# YOUR TASK
Show each line of the records in which the word "make" occurs.

*** MATERIAL FOR THIS TASK

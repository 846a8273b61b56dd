package mesh

import (
	"math/rand/v2"

	"github.com/go-gl/mathgl/mgl64"
	"sync"
	"testing"
)

// validateBenchMeshes are the 1M-triangle tube of BenchmarkLoadVsAdmesh as a binary STL
// reader leaves it: in build order, and with its triangles shuffled and the vertices numbered
// again by first appearance (what loading a file whose triangles are scattered gives).
var validateBenchMeshes = sync.OnceValues(func() (ordered, scattered *Mesh) {
	ordered = shapeCanalLike(512, 1000)
	tris := append([][3]int32(nil), ordered.Triangles...)
	rng := rand.New(rand.NewPCG(7, 7))
	rng.Shuffle(len(tris), func(i, j int) { tris[i], tris[j] = tris[j], tris[i] })
	scattered = renumberByFirstUse(ordered.Vertices, tris)
	return ordered, scattered
})

// renumberByFirstUse numbers the vertices in the order the triangles first use them.
func renumberByFirstUse(verts []mgl64.Vec3, tris [][3]int32) *Mesh {
	to := make([]int32, len(verts))
	for i := range to {
		to[i] = -1
	}
	m := &Mesh{Triangles: make([][3]int32, len(tris))}
	for t, tri := range tris {
		for k, v := range tri {
			if to[v] < 0 {
				to[v] = int32(len(m.Vertices))
				m.Vertices = append(m.Vertices, verts[v])
			}
			m.Triangles[t][k] = to[v]
		}
	}
	return m
}

func benchBothOrders(b *testing.B, f func(*Mesh)) {
	ordered, scattered := validateBenchMeshes()
	for _, c := range []struct {
		name string
		m    *Mesh
	}{{"ordered", ordered}, {"scattered", scattered}} {
		b.Run(c.name, func(b *testing.B) {
			cpu0 := cpuTime(cpuSelf)
			for b.Loop() {
				f(c.m)
			}
			b.ReportMetric(float64(cpuTime(cpuSelf)-cpu0)/1e6/float64(b.N), "cpu-ms/op")
		})
	}
}

// The parts of Validate on both meshes (cpu-ms/op is the CPU time of all the goroutines;
// compare it on a shared machine):
//
//	go test ./mesh -run XXX -bench 'EdgeCounts|CountShells|ValidateOrders' -benchtime 30x
func BenchmarkEdgeCounts(b *testing.B) {
	benchBothOrders(b, func(m *Mesh) { edgeCounts(m, 0) })
}

func BenchmarkCountShells(b *testing.B) {
	benchBothOrders(b, func(m *Mesh) { countShells(m, false) })
}

func BenchmarkValidateOrders(b *testing.B) {
	benchBothOrders(b, func(m *Mesh) { Validate(m) })
}

// BenchmarkCanalChecks is what measuring a canal asks of a 4M-triangle mesh's triangles: its
// area and volume, and the check of the surface.
//
//	go test ./mesh -run XXX -bench CanalChecks -benchtime 5x
func BenchmarkCanalChecks(b *testing.B) {
	m := shapeCanalLike(512, 4000)
	cpu0 := cpuTime(cpuSelf)
	for b.Loop() {
		s := SumTriangles(m)
		ValidateWithSums(m, s)
	}
	b.ReportMetric(float64(cpuTime(cpuSelf)-cpu0)/1e6/float64(b.N), "cpu-ms/op")
}

// The edge count by ranges of vertices on both meshes, on every core and on one (the order of
// the triangles should not matter to it):
//
//	go test ./mesh -run XXX -bench 'EdgeRanges' -benchtime 20x
func BenchmarkEdgeRanges(b *testing.B) {
	benchBothOrders(b, func(m *Mesh) { edgeCountsInRanges(m, 0) })
}

func BenchmarkEdgeRanges1(b *testing.B) {
	benchBothOrders(b, func(m *Mesh) { edgeCountsInRanges(m, 1) })
}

******

# THE COMPLETED TASK
	to := make([]int32, len(verts))
	m := &Mesh{Triangles: make([][3]int32, len(tris))}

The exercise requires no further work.